▶ [Directions for this task]:
Only the lines with "runs" in the entries below belong in the answer; please copy them.

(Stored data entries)
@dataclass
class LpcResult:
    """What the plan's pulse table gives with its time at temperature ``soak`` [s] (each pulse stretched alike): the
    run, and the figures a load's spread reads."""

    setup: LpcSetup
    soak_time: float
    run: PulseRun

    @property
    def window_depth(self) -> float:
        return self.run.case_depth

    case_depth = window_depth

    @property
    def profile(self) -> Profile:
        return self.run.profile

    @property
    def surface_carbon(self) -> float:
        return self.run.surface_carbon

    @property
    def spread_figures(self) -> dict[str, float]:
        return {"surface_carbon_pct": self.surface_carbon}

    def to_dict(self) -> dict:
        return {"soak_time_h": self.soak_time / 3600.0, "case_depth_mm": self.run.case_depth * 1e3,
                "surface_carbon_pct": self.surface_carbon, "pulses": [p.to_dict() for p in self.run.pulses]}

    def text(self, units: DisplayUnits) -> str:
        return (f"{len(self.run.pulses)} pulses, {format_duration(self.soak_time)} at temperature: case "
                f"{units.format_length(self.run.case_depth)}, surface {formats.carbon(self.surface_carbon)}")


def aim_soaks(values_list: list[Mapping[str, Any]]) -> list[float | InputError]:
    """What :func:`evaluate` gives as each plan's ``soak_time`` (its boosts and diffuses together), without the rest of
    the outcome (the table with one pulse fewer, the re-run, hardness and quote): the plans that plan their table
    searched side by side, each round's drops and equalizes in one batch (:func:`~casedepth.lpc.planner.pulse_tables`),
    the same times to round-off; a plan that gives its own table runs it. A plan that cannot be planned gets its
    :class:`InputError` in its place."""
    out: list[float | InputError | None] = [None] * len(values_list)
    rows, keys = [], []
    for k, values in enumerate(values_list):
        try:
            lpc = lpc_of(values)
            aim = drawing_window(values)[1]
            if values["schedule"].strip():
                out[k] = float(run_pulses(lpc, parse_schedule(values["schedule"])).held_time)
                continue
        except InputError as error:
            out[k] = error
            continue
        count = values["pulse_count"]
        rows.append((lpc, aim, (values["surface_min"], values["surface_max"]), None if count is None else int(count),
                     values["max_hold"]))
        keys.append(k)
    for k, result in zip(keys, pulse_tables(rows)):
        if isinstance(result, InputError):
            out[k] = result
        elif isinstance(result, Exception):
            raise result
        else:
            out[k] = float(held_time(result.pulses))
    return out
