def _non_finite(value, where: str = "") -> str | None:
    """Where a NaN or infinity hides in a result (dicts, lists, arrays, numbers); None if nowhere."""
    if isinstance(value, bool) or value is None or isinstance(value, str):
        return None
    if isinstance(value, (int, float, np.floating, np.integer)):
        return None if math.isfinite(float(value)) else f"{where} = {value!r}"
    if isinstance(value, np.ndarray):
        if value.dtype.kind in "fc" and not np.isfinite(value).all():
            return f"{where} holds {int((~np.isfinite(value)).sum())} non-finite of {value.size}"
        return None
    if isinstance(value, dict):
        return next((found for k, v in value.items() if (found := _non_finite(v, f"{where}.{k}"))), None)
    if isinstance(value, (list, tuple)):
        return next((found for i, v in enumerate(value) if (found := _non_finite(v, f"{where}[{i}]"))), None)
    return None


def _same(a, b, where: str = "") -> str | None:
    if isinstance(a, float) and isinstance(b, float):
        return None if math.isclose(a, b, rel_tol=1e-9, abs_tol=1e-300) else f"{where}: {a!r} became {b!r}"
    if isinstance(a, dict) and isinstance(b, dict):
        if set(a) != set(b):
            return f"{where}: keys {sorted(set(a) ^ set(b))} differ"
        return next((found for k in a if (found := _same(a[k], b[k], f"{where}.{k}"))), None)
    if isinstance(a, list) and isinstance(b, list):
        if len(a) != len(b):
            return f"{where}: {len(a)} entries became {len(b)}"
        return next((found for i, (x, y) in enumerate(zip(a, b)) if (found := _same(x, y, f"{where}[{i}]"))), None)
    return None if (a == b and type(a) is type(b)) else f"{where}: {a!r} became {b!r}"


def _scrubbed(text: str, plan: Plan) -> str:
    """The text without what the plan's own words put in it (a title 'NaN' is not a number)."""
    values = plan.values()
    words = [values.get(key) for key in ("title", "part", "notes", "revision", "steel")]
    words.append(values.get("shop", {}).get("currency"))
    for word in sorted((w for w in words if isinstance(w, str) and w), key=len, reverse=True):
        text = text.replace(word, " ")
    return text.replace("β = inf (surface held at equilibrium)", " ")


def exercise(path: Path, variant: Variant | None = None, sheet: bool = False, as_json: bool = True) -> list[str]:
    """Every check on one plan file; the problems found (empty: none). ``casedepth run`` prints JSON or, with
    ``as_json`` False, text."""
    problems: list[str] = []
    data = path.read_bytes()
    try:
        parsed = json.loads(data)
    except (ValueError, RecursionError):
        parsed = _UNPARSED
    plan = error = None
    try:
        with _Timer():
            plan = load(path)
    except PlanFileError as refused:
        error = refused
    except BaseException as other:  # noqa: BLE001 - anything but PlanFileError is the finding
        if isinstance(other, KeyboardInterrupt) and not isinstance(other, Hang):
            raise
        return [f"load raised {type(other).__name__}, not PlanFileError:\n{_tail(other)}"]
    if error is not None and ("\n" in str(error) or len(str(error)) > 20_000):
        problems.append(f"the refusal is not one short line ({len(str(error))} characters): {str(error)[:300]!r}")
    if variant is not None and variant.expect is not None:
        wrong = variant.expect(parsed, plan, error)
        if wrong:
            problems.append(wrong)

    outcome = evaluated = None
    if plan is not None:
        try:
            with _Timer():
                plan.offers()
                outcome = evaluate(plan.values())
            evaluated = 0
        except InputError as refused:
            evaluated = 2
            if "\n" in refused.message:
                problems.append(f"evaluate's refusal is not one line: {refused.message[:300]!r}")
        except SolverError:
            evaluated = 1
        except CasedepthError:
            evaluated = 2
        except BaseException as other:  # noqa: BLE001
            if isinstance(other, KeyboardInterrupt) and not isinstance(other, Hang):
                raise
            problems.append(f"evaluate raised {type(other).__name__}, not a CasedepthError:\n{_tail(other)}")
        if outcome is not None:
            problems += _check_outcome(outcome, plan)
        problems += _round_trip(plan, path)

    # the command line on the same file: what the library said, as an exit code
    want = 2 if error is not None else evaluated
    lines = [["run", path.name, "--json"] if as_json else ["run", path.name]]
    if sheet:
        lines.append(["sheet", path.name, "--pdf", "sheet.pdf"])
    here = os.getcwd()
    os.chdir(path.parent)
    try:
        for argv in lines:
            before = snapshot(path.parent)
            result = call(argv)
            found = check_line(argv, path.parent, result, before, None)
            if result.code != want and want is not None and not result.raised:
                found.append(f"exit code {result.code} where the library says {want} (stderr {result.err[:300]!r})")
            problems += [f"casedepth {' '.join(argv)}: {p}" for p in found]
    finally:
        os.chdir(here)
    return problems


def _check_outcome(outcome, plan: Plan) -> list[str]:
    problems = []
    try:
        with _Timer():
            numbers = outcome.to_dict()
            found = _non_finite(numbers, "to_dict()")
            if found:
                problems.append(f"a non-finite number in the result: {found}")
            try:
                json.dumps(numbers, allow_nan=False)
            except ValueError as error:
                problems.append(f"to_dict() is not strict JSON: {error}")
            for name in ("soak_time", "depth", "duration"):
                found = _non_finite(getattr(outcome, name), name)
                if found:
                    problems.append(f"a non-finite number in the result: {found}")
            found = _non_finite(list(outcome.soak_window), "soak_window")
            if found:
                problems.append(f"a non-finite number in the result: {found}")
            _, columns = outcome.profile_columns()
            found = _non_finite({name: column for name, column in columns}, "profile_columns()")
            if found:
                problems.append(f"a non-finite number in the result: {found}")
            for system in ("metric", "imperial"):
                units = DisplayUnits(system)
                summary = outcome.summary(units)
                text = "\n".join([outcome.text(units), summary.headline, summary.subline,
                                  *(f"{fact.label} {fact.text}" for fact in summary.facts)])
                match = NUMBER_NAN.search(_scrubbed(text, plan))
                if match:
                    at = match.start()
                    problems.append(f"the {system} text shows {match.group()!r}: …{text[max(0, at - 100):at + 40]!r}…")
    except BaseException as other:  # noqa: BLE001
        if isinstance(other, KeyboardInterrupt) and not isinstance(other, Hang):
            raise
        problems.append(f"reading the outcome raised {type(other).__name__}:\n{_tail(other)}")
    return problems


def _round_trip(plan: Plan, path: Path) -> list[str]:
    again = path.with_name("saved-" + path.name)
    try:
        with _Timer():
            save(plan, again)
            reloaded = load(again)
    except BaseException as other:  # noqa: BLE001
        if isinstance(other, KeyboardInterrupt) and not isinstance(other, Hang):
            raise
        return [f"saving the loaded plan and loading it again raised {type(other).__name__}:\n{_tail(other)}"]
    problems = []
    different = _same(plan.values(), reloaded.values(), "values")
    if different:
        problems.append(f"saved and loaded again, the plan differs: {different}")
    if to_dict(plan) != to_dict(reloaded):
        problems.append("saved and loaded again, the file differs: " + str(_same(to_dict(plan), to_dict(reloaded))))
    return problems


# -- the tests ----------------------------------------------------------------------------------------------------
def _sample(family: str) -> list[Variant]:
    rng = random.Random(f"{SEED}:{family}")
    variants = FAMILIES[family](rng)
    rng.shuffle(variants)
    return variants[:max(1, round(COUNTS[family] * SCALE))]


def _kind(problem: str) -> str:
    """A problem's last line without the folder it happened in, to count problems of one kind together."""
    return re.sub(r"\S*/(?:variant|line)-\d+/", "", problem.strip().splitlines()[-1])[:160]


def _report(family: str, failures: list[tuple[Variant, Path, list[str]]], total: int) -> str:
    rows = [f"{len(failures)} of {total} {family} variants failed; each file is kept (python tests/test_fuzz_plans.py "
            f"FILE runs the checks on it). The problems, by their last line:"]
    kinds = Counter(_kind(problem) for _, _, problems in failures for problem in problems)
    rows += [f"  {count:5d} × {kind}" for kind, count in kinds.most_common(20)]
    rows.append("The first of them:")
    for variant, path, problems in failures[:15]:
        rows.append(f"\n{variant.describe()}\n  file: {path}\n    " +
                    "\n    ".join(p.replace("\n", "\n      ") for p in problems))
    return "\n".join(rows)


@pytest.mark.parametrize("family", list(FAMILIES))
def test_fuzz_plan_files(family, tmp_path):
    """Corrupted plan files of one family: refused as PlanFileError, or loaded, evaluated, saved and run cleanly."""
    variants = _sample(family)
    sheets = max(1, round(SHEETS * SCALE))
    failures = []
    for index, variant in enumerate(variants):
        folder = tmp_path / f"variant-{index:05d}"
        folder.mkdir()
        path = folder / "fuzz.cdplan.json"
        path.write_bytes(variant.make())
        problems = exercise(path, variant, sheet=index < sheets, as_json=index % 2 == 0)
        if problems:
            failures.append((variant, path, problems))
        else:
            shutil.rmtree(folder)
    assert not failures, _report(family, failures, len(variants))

▶ [Output for this task]:
    the same times to round-off; a plan that gives its own table runs it. A plan that cannot be planned gets its
            f"FILE runs the checks on it). The problems, by their last line:"]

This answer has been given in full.